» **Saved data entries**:
▼
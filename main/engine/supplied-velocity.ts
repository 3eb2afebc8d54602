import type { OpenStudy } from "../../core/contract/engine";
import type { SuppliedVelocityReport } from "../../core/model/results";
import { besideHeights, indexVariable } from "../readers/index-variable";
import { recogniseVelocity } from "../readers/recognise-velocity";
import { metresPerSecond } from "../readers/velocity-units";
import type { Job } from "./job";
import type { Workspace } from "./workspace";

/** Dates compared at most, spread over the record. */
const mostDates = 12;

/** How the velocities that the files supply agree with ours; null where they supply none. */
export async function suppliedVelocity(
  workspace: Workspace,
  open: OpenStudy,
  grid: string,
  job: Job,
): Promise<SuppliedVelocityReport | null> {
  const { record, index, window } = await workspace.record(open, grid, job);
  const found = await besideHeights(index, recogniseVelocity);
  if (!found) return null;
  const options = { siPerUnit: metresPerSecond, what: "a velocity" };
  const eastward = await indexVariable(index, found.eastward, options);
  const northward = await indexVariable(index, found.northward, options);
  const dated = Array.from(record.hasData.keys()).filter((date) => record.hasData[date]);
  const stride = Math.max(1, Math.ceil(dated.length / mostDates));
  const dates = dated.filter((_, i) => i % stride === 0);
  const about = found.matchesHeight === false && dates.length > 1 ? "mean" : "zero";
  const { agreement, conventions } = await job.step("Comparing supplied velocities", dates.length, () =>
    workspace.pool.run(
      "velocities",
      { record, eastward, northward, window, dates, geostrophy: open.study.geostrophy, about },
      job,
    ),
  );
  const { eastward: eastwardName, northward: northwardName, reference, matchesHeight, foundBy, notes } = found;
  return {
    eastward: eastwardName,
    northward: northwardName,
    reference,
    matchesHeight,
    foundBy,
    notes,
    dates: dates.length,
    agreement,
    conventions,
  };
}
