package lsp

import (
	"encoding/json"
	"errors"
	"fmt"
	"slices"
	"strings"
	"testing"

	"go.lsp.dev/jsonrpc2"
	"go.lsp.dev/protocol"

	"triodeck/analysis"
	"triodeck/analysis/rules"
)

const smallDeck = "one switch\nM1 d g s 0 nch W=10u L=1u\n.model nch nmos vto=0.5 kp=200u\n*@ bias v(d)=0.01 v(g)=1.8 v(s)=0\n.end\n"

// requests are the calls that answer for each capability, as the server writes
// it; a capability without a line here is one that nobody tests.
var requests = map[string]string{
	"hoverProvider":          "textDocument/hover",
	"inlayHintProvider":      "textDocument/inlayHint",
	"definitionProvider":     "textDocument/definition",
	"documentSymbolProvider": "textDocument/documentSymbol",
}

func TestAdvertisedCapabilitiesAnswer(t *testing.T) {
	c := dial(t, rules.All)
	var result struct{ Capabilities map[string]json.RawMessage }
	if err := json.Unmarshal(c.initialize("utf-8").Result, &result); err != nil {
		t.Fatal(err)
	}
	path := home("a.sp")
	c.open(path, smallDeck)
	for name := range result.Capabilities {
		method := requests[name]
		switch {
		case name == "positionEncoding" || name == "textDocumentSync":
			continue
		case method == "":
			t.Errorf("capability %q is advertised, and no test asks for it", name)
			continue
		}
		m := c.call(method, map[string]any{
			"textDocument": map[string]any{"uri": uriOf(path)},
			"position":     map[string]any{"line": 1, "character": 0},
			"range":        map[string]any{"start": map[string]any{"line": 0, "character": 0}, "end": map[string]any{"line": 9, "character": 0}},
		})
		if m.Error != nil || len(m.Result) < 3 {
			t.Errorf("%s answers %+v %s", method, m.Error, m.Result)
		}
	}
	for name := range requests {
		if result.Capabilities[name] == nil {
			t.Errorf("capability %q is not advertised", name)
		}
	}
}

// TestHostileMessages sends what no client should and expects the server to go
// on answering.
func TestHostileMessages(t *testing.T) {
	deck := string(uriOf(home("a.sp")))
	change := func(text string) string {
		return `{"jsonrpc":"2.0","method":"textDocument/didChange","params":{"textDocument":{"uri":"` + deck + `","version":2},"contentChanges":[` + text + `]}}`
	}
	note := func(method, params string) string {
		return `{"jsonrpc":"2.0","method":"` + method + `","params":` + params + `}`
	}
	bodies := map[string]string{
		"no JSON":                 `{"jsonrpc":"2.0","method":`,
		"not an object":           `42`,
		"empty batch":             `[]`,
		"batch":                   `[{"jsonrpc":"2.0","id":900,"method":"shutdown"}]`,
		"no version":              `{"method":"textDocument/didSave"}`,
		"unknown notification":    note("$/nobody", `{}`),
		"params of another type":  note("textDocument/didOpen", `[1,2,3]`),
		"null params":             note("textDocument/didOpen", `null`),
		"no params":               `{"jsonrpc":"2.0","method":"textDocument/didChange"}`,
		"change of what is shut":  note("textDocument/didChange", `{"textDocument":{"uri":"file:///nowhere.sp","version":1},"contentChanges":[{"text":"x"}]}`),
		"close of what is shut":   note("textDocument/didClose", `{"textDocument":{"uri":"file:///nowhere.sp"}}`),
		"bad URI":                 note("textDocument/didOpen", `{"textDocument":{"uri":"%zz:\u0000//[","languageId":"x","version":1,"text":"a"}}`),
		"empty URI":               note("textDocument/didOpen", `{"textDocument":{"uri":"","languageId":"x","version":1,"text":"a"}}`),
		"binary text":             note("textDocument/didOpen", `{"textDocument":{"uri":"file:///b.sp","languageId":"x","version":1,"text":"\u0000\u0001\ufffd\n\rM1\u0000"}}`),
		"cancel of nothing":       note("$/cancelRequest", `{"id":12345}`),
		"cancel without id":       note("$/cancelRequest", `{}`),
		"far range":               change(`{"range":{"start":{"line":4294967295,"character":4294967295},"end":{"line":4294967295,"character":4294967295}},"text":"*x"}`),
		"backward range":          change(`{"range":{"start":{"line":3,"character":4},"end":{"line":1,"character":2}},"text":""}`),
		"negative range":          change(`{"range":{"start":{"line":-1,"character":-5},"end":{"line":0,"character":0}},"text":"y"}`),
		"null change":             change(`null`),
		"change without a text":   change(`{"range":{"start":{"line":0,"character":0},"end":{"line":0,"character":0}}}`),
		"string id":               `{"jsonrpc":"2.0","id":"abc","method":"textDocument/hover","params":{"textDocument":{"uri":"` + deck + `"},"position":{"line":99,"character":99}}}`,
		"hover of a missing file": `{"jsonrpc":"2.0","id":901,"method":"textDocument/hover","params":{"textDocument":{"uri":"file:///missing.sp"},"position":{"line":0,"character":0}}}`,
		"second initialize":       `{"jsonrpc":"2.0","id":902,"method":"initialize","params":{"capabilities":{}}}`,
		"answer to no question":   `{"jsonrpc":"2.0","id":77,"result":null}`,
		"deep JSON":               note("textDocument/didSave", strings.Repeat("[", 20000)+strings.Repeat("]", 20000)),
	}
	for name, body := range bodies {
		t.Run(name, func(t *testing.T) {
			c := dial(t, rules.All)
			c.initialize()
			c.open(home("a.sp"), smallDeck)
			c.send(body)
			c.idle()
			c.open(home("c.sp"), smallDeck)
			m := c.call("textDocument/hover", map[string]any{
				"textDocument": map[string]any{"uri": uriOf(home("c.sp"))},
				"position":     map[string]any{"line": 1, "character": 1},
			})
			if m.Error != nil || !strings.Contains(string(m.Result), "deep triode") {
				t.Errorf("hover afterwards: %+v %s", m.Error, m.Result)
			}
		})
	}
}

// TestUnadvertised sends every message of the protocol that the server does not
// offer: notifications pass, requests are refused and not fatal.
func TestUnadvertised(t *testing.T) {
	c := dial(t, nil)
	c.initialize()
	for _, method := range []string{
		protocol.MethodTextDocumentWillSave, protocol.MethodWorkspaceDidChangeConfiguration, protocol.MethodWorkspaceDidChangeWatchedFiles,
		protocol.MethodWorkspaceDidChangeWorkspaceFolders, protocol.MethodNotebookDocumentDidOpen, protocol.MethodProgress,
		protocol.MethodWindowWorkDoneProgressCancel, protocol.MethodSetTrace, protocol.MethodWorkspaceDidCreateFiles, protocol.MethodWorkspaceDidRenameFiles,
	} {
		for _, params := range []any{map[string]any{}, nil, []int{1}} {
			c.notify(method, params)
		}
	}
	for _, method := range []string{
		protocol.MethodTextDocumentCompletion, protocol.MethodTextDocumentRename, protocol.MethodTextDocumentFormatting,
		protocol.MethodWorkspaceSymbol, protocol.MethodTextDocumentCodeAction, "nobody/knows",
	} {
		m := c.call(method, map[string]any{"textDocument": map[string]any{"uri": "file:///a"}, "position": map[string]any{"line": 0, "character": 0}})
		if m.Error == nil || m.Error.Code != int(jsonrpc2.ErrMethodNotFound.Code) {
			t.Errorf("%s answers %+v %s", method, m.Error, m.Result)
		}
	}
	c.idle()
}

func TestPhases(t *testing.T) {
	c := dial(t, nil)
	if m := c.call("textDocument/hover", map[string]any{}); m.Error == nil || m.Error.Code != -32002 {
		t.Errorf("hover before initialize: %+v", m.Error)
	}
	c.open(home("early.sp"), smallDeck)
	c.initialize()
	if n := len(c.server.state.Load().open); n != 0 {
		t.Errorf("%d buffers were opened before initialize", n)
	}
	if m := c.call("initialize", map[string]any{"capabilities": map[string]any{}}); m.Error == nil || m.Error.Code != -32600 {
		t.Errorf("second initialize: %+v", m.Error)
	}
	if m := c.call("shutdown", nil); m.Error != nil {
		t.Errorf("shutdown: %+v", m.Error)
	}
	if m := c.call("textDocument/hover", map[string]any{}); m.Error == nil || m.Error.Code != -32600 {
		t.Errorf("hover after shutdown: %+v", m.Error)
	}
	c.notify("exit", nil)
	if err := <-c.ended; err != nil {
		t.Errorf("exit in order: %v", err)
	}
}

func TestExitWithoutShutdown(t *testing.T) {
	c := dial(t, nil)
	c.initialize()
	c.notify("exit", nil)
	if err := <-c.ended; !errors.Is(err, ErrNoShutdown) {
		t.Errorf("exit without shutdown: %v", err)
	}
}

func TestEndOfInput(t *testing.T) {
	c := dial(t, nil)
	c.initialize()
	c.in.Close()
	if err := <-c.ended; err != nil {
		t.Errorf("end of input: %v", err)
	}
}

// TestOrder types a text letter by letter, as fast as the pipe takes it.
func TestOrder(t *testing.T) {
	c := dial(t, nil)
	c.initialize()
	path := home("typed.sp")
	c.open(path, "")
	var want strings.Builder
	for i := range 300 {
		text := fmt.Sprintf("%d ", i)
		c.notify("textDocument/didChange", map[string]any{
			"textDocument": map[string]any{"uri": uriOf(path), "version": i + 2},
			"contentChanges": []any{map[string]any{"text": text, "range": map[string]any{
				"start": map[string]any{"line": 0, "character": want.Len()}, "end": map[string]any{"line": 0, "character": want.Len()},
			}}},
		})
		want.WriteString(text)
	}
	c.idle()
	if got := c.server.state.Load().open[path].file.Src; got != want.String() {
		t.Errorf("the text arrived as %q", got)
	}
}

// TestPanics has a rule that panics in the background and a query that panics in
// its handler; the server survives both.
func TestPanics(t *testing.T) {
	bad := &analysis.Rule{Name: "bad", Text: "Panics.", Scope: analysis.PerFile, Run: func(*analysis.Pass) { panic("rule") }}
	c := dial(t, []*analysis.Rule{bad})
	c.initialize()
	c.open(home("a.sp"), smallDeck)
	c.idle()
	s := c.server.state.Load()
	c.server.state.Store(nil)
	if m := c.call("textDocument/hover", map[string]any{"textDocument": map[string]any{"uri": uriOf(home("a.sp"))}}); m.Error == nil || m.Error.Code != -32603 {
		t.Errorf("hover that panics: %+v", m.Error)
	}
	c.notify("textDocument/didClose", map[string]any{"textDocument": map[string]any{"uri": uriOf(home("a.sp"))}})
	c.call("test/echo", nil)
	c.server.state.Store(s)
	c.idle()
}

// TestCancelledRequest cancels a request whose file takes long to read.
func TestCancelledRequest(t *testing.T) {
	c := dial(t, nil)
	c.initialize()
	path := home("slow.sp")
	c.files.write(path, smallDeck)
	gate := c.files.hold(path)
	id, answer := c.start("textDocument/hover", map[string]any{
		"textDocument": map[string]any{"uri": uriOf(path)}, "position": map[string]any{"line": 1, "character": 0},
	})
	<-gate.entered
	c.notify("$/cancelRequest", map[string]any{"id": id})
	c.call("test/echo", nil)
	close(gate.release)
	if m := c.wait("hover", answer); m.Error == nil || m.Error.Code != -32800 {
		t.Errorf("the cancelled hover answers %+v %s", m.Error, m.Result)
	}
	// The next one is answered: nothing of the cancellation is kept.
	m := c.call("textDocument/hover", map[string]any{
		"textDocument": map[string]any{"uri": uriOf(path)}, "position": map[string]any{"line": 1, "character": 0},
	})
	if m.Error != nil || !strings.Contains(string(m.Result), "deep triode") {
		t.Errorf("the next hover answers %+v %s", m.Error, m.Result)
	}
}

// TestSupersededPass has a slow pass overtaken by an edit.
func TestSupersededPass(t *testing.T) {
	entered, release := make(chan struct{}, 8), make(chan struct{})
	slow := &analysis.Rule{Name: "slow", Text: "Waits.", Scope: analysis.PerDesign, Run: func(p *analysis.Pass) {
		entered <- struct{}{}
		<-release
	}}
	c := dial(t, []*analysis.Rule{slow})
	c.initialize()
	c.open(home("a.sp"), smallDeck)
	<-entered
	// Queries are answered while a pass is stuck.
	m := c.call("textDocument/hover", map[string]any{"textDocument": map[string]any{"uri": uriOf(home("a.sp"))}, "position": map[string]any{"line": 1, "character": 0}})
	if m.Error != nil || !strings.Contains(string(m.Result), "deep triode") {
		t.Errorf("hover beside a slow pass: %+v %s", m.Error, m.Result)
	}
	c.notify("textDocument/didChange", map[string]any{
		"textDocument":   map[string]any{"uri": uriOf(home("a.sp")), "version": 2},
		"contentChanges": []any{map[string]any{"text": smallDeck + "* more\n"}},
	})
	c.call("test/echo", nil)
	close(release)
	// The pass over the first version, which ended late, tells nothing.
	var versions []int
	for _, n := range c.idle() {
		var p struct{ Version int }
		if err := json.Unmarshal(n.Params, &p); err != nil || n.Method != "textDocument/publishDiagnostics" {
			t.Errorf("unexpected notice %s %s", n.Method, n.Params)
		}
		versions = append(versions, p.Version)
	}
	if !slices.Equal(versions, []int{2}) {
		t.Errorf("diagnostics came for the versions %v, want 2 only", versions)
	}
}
▲
▼
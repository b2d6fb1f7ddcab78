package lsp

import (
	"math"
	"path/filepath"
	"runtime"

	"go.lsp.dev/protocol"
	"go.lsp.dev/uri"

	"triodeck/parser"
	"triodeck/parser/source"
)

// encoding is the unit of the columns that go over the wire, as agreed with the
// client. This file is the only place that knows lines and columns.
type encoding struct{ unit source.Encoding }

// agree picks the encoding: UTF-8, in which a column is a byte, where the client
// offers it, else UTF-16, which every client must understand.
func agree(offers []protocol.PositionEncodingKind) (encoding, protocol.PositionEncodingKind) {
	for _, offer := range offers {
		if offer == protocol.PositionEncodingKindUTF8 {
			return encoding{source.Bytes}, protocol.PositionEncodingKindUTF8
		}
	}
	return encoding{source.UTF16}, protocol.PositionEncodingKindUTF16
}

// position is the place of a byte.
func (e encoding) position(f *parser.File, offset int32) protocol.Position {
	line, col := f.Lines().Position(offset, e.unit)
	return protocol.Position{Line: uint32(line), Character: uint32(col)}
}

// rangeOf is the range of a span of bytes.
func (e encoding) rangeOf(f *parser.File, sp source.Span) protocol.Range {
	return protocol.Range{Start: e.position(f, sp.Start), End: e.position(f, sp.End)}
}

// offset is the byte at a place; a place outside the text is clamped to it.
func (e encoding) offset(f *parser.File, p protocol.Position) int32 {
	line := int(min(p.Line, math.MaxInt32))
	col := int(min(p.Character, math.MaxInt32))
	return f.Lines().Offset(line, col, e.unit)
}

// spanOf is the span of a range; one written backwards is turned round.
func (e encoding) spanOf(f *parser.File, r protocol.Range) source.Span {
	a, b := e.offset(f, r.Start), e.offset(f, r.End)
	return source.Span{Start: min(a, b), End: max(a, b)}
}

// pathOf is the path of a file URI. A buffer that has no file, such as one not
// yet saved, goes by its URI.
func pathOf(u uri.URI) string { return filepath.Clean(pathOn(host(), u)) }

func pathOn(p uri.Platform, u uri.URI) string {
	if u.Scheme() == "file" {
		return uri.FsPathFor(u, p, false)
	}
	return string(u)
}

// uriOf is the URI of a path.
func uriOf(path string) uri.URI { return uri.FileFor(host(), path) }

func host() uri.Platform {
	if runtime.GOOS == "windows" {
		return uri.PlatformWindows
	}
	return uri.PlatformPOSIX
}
▲
For this task, write out exactly the lines of the entries above, starting at the line with "filename main/engine/supplied-velocity.ts" and ending at the line with "const about = found.matchesHeight", both included, and no others.

» **OUTPUT OF THE TASK**:
filename main/engine/supplied-velocity.ts
repository 3eb2afebc8d54602
import type { OpenStudy } from "../../core/contract/engine";
import type { SuppliedVelocityReport } from "../../core/model/results";
import { besideHeights, indexVariable } from "../readers/index-variable";
import { recogniseVelocity } from "../readers/recognise-velocity";
import { metresPerSecond } from "../readers/velocity-units";
import type { Job } from "./job";
import type { Workspace } from "./workspace";

/** Dates compared at most, spread over the record. */
const mostDates = 12;

/** How the velocities that the files supply agree with ours; null where they supply none. */
export async function suppliedVelocity(
  workspace: Workspace,
  open: OpenStudy,
  grid: string,
  job: Job,
): Promise<SuppliedVelocityReport | null> {
  const { record, index, window } = await workspace.record(open, grid, job);
  const found = await besideHeights(index, recogniseVelocity);
  if (!found) return null;
  const options = { siPerUnit: metresPerSecond, what: "a velocity" };
  const eastward = await indexVariable(index, found.eastward, options);
  const northward = await indexVariable(index, found.northward, options);
  const dated = Array.from(record.hasData.keys()).filter((date) => record.hasData[date]);
  const stride = Math.max(1, Math.ceil(dated.length / mostDates));
  const dates = dated.filter((_, i) => i % stride === 0);
  const about = found.matchesHeight === false && dates.length > 1 ? "mean" : "zero";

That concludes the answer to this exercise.